Fast Algorithms for Multidimensional Signals

A Mathematical Expression is sufficient to represent an algorithm which in most cases represents input/output relationships. The efficiency of such an Algorithm can be evaluated by the amount of computational resources it takes to compute output or the quantity of interest.

In an algorithm we can assume that we have a mathematical expression relating the output and input. Example of Algorithms can be Filters, Fourier Transforms, Histograms, Image Enhancements and etc. All of these operations can be expressed as mathematical formulas and can be directly computed as we write the expressions. As one would expect this can be termed as the Obvious Implementation^[1] of the Algorithm. Also it is not necessary that this obvious implementation is always efficient.

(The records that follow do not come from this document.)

"""The reader and the merge: faults named at their cell, and the two speed shortcuts
that are kept (docs/records.md) giving the answers of the plain rules.

- Rows: a row that does not fit the record must be refused at its cell, with
  its code, as ``docs/csv.md`` describes (header = row 1); times are real
  instants of the calendar (the standard library's ``datetime``, proleptic
  Gregorian calendar, years 1-9999, Python documentation).
- History union: ``merge_history`` returns the longer history as it is when
  the others are spelled as its first entries; the expected unions below are
  computed independently from the rule in its docstring (an entry once, the
  int/float spellings of one number the same entry, the spelling that is the
  smallest text kept, ordered by rev then time then content).
- Rows shared between files: ``read_files`` reads a row repeated in several
  files once; each file must still give what it gives alone.
"""

from __future__ import annotations

import json
import random

import pytest

from tamis import api
from tamis.exchange import csv_read, csv_write, merge, record
from tamis.errors import InputError
from test_records import UID, UID2, parse_rfc4180, rec
from test_records_import import edit, good_file, reject


# ------------------------------------------------------------ rows refused at the same cell

def test_a_leap_day_is_read_and_an_impossible_day_refused():
    ok = edit(good_file(), 3, "updated_at", "2024-02-29T09:30:00Z")
    out = json.loads(api.handle(json.dumps({"schema": 1, "op": "records_import_csv", "id": 1, "csv": ok})))
    assert out["ok"], out
    assert {r["updated_at"] for r in out["result"]["records"]} >= {"2024-02-29T09:30:00Z"}
    reject(edit(good_file(), 3, "updated_at", "2026-02-29T09:30:00Z"), "csv.row[3].updated_at", "bad_time",
           "Row 3, column updated_at", "2026-02-29")
    reject(edit(good_file(), 2, "updated_at", "2026-04-31T09:30:00Z"), "csv.row[2].updated_at", "bad_time")
    reject(edit(good_file(), 3, "exported_at", "2026-12-01T24:00:00Z"), "csv.row[3].exported_at", "bad_time",
           "Row 3, column exported_at")


@pytest.mark.parametrize("history,code,words", [
    ([{"rev": 0, "at": "2026-12-01T09:30:00Z", "by": "AB"}], "bad_rev", ("history[0].rev",)),
    ([{"rev": True, "at": "2026-12-01T09:30:00Z", "by": "AB"}], "bad_rev", ("history[0].rev",)),
    ([{"rev": 1.0, "at": "2026-12-01T09:30:00Z", "by": "AB"}], "bad_rev", ("history[0].rev",)),
    ([{"rev": 1, "at": "2026-12-01T09:30:00Z", "by": "AB"}, {"rev": 2, "at": "2026-06-31T09:30:00Z", "by": "AB"}],
     "bad_time", ("history[1].at", "2026-06-31")),
    ([{"rev": 1, "at": "2026-12-01T09:30:00Z", "by": 7}], "not_a_string", ("history[0].by",)),
    ([{"rev": 1, "at": "2026-12-01T09:30:00Z"}], "not_a_string", ("history[0].by",)),
    ([7], "not_an_object", ("history[0]",)),
])
def test_history_faults_are_refused_in_the_history_column(history, code, words):
    text = edit(good_file(), 3, "history_json", record.dump_json(history))
    reject(text, "csv.row[3].history_json", code, "Row 3, column history_json", *words)


def test_a_fault_on_a_later_row_is_still_the_one_named():
    text = edit(edit(good_file(), 3, "updated_at", "2026-11-31T00:00:00Z"), 2, "kind", "sample")
    reject(text, "csv.row[2].kind", "bad_kind")  # row 2 is read first


# ------------------------------------------------------------ history union

def entry(rev, at, by="AB", **more):
    return {"rev": rev, "at": at, "by": by, "summary": "edit", "changes": [], **more}


def _floats(v):
    if type(v) is int:
        return float(v)
    if isinstance(v, dict):
        return {k: _floats(x) for k, x in v.items()}
    if isinstance(v, list):
        return [_floats(x) for x in v]
    return v


def reference_union(*histories):
    """The rule of merge_history, written out: one entry per content (numbers
    compared as floats), the entry whose compact JSON text is the smallest
    (compared as text) kept, ordered by rev, time, content."""
    best = {}
    for hist in histories:
        for h in hist:
            canon = json.dumps(_floats(h), ensure_ascii=False, separators=(",", ":"))
            text = json.dumps(h, ensure_ascii=False, separators=(",", ":"))
            if canon not in best or text < best[canon][0]:
                best[canon] = (text, h)
    return [json.loads(best[c][0]) for c in sorted(best, key=lambda c: (best[c][1]["rev"], best[c][1]["at"], c))]


def spelled(hist):
    return record.dump_json(hist)


def test_an_older_revisions_history_is_the_start_of_the_newer_one():
    newer = [entry(1, "2026-12-01T09:00:00Z"), entry(2, "2026-12-02T09:00:00Z"), entry(3, "2026-12-03T09:00:00Z")]
    older = json.loads(json.dumps(newer[:2]))  # another file's copy: equal, not the same objects
    for args in ((newer, older), (older, newer), (older, newer, older[:1]), (newer,)):
        got = merge.merge_history(*args)
        assert spelled(got) == spelled(newer) and got is not newer


def test_a_history_spelled_otherwise_is_united_by_content():
    newer = [entry(1, "2026-12-01T09:00:00Z", weight=12.0), entry(2, "2026-12-02T09:00:00Z")]
    older = [entry(1, "2026-12-01T09:00:00Z", weight=12)]  # 12 and 12.0: one entry; "12.0}" < "12}"
    for args in ((newer, older), (older, newer)):
        got = merge.merge_history(*args)
        assert len(got) == 2 and type(got[0]["weight"]) is float
    assert spelled(got) == spelled(reference_union(newer, older))


def test_a_history_that_is_not_in_order_is_sorted_and_deduplicated():
    a, b = entry(1, "2026-12-01T09:00:00Z"), entry(2, "2026-12-02T09:00:00Z")
    got = merge.merge_history([b, a, b], [a])
    assert spelled(got) == spelled([a, b])


def test_random_histories_give_the_reference_union():
    rng = random.Random(404)
    pool = []
    for rev in range(1, 9):
        at = f"2026-12-{rev:02d}T09:00:00Z"
        pool.append([entry(rev, at, n=rev), entry(rev, at, n=float(rev))])  # two spellings of one entry
        if rev % 3 == 0:
            pool.append([entry(rev, at, by="QA")])  # another entry at the same rev and time
    for _ in range(400):
        hists = []
        for _ in range(rng.randint(1, 4)):
            picks = sorted(rng.sample(range(len(pool)), rng.randint(0, len(pool))))
            if rng.random() < 0.5:
                picks = picks[:rng.randint(0, len(picks))]
            h = [json.loads(json.dumps(rng.choice(pool[i]))) for i in picks]
            if rng.random() < 0.2:
                rng.shuffle(h)
            hists.append(h)
        if rng.random() < 0.5 and hists[0]:  # a prefix of the first, as an older revision holds it
            hists.append(json.loads(json.dumps(hists[0][:rng.randint(0, len(hists[0]))])))
        assert spelled(merge.merge_history(*hists)) == spelled(reference_union(*hists)), hists


def test_merge_keeps_the_newer_revision_with_its_whole_history():
    v1 = record.check_record(rec())
    v2 = record.check_record(rec(rev=2, updated_at="2026-12-02T09:30:00Z",
                            history=v1["history"] + [entry(2, "2026-12-02T09:30:00Z")]))
    band = record.check_record(rec(record_id=UID2, kind="band", test=None, band={"name": "F1"}))
    files = [csv_write.write_csv([v1, band]), csv_write.write_csv([v2]), csv_write.write_csv([v1, v2, band][1:])]
    out = json.loads(api.handle(json.dumps({"schema": 1, "op": "records_merge", "id": 1, "files": files})))
    assert out["ok"] and out["result"]["conflicts"] == []
    back = csv_read.read_csv(out["result"]["csv"])[0]
    mine = next(r for r in back if r["record_id"] == UID)
    assert mine["rev"] == 2 and spelled(mine["history"]) == spelled(v2["history"])


# ------------------------------------------------------------ numbers

def test_of_two_bad_numbers_the_first_in_reading_order_is_named():
    # docs/csv.md: a row is read column group by column group, sieves coarsest first.
    text = edit(edit(good_file(), 2, "retained_g@9.5mm", "x"), 2, "retained_g@4.75mm", "1e999")
    reject(text, "csv.row[2].retained_g@9.5mm", "not_a_number", "'x'")
    text = edit(edit(good_file(), 2, "retained_g@9.5mm", "1e999"), 2, "retained_g@4.75mm", "x")
    reject(text, "csv.row[2].retained_g@9.5mm", "not_finite")
    text = edit(edit(good_file(), 2, "retained_g@9.5mm", "x"), 2, "dry_mass_g", "-1e400")
    reject(text, "csv.row[2].dry_mass_g", "not_finite")


@pytest.mark.parametrize("cells", [["1", "2"], ["+1.", ".5e-3"], ["0", "-0.0"], ["12", "7E2"]])
def test_numbers_are_read_as_float_reads_them(cells):
    r = record.check_record(rec())
    text = csv_write.write_csv([r])
    for col, v in zip(("retained_g@9.5mm", "retained_g@4.75mm"), cells):
        text = edit(text, 2, col, v)
    (back,), _ = csv_read.read_csv(text)
    assert [s["retained_g"] for s in back["test"]["sieves"]] == [float(c) for c in cells]


def test_a_header_with_sieves_finest_first_gives_the_same_record():
    r = record.check_record(rec(test={"sieves": [{"opening_mm": o, "retained_g": float(i)} for i, o in
                                            enumerate((37.5, 19.0, 9.5, 4.75, 0.075))], "pan_g": 1.0}))
    rows = parse_rfc4180(csv_write.write_csv([r]))
    sieve_cols = [i for i, c in enumerate(rows[0]) if c.startswith("retained_g@")]
    order = list(range(len(rows[0])))
    order[sieve_cols[0]:sieve_cols[-1] + 1] = reversed(sieve_cols)
    text = "\r\n".join(",".join(csv_write.quote(row[i]) for i in order) for row in rows) + "\r\n"
    (back,), _ = csv_read.read_csv(text)
    (canonical,), _ = csv_read.read_csv(csv_write.write_csv([r]))
    assert record.dump_json(back) == record.dump_json(canonical) and back == r
    assert [s["opening_mm"] for s in back["test"]["sieves"]] == [37.5, 19.0, 9.5, 4.75, 0.075]


# ------------------------------------------------------------ rows shared between files

def _with_calc(text: str, verdict: str) -> str:
    rows = parse_rfc4180(text)
    for row in rows[1:]:
        row[rows[0].index("calc_verdict")] = verdict
    return "\r\n".join(",".join(csv_write.quote(c) for c in r) for r in rows) + "\r\n"


def test_read_files_gives_what_each_file_gives_alone():
    a = record.check_record(rec(meta={"sample_id": "S-1", "notes": "a\ufffe b"}))
    b = record.check_record(rec(record_id=UID2, test={"sieves": [{"opening_mm": 0.075, "retained_g": 2.0}]}))
    band = record.check_record(rec(record_id="0" * 8 + "-0000-4000-8000-" + "0" * 12, kind="band", test=None,
                              band={"name": "F1", "limits": [{"opening_mm": 4.75, "min_pct": 95.0,
                                                              "max_pct": None}]}))
    files = [_with_calc(csv_write.write_csv([a, b]), "accept"), _with_calc(csv_write.write_csv([b, band]), "reject"),
             csv_write.write_csv([a, band])]  # other headers (other sieve columns), other calc cells
    together = csv_read.read_files(files)
    alone = [csv_read.read_csv(t)[0] for t in files]
    memo = {}  # the stored calc cells of each row are those of its own file, memo or not
    assert [csv_read.read_csv(t, memo=memo)[1] for t in files] == [csv_read.read_csv(t)[1] for t in files]
    assert [row["calc"].get("calc_verdict") for t in files for row in csv_read.read_csv(t, memo=memo)[1]] == \
        ["accept", "accept", "reject", "reject", None, None]
    assert [[record.dump_json(r) for r in f] for f in together] == [[record.dump_json(r) for r in f] for f in alone]
    # copies of a row are one object, which the merge then takes as one version
    found = [{r["record_id"]: r for r in f} for f in together]
    assert found[0][b["record_id"]] is found[1][b["record_id"]] and found[0][UID] is found[2][UID]
    assert found[1][band["record_id"]] is found[2][band["record_id"]]
    merged, conflicts = merge.merge_all(together)
    assert conflicts == [] and [r["record_id"] for r in merged] == sorted([a["record_id"], b["record_id"],
                                                                          band["record_id"]],
                                                                         key=lambda i: (i != band["record_id"], i))


@pytest.mark.parametrize("left,right", [
    ({"sample_id": "x"}, {"notes": "x"}),                           # one text in another column
    ({"sample_id": "a\ufffeb", "notes": "c"}, {"sample_id": "a", "notes": "\ufffeb c"}),
    ({"sample_id": "a,b"}, {"sample_id": "a", "notes": "b"}),
    ({"sample_id": "'=1"}, {"sample_id": "=1"}),                    # the escape quote is part of the text
])
def test_rows_that_differ_in_any_cell_are_never_taken_for_each_other(left, right):
    ra, rb = (record.check_record(rec(rev=2, meta=m, history=[])) for m in (left, right))
    files = [csv_write.write_csv([ra]), csv_write.write_csv([rb])]
    got = csv_read.read_files(files)
    assert got[0][0]["meta"] == left and got[1][0]["meta"] == right
    merged, conflicts = merge.merge_all(got)
    assert len(conflicts) == 1  # same id and rev, other content: a conflict, never one silently kept


def test_an_error_in_a_later_file_names_that_file():
    good = csv_write.write_csv([record.check_record(rec())])
    bad = edit(good, 2, "rev", "two")
    with pytest.raises(InputError) as exc:
        csv_read.read_files([good, good, bad])
    assert exc.value.field == "files[2].row[2].rev"
    with pytest.raises(InputError) as exc:
        csv_read.read_files([good, bad], ["phone-a.csv", "phone-b.csv"])
    assert exc.value.field == "phone-b.csv.row[2].rev"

When people began to compute such things, they began to look for more efficient ways. The wiki page aims at showcasing such efficient and Fast Algorithms for Multidimensional Signals. A multidimensional (M-D) signal can be modeled as a function of M independent variables, where M is greater than or equal to 2. These signals may be categorized as continuous, discrete, or mixed. A continuous signal can be modeled as a function of independent variables which range over a continuum of values, example – an audio wave travelling in space, 3-D space waves measured at different times. A discrete signal, on the other hand, can be modeled as a function defined only on a set of points, such as the set of integers. An Image is the simplest example of 2-D Signal which is spatial in nature.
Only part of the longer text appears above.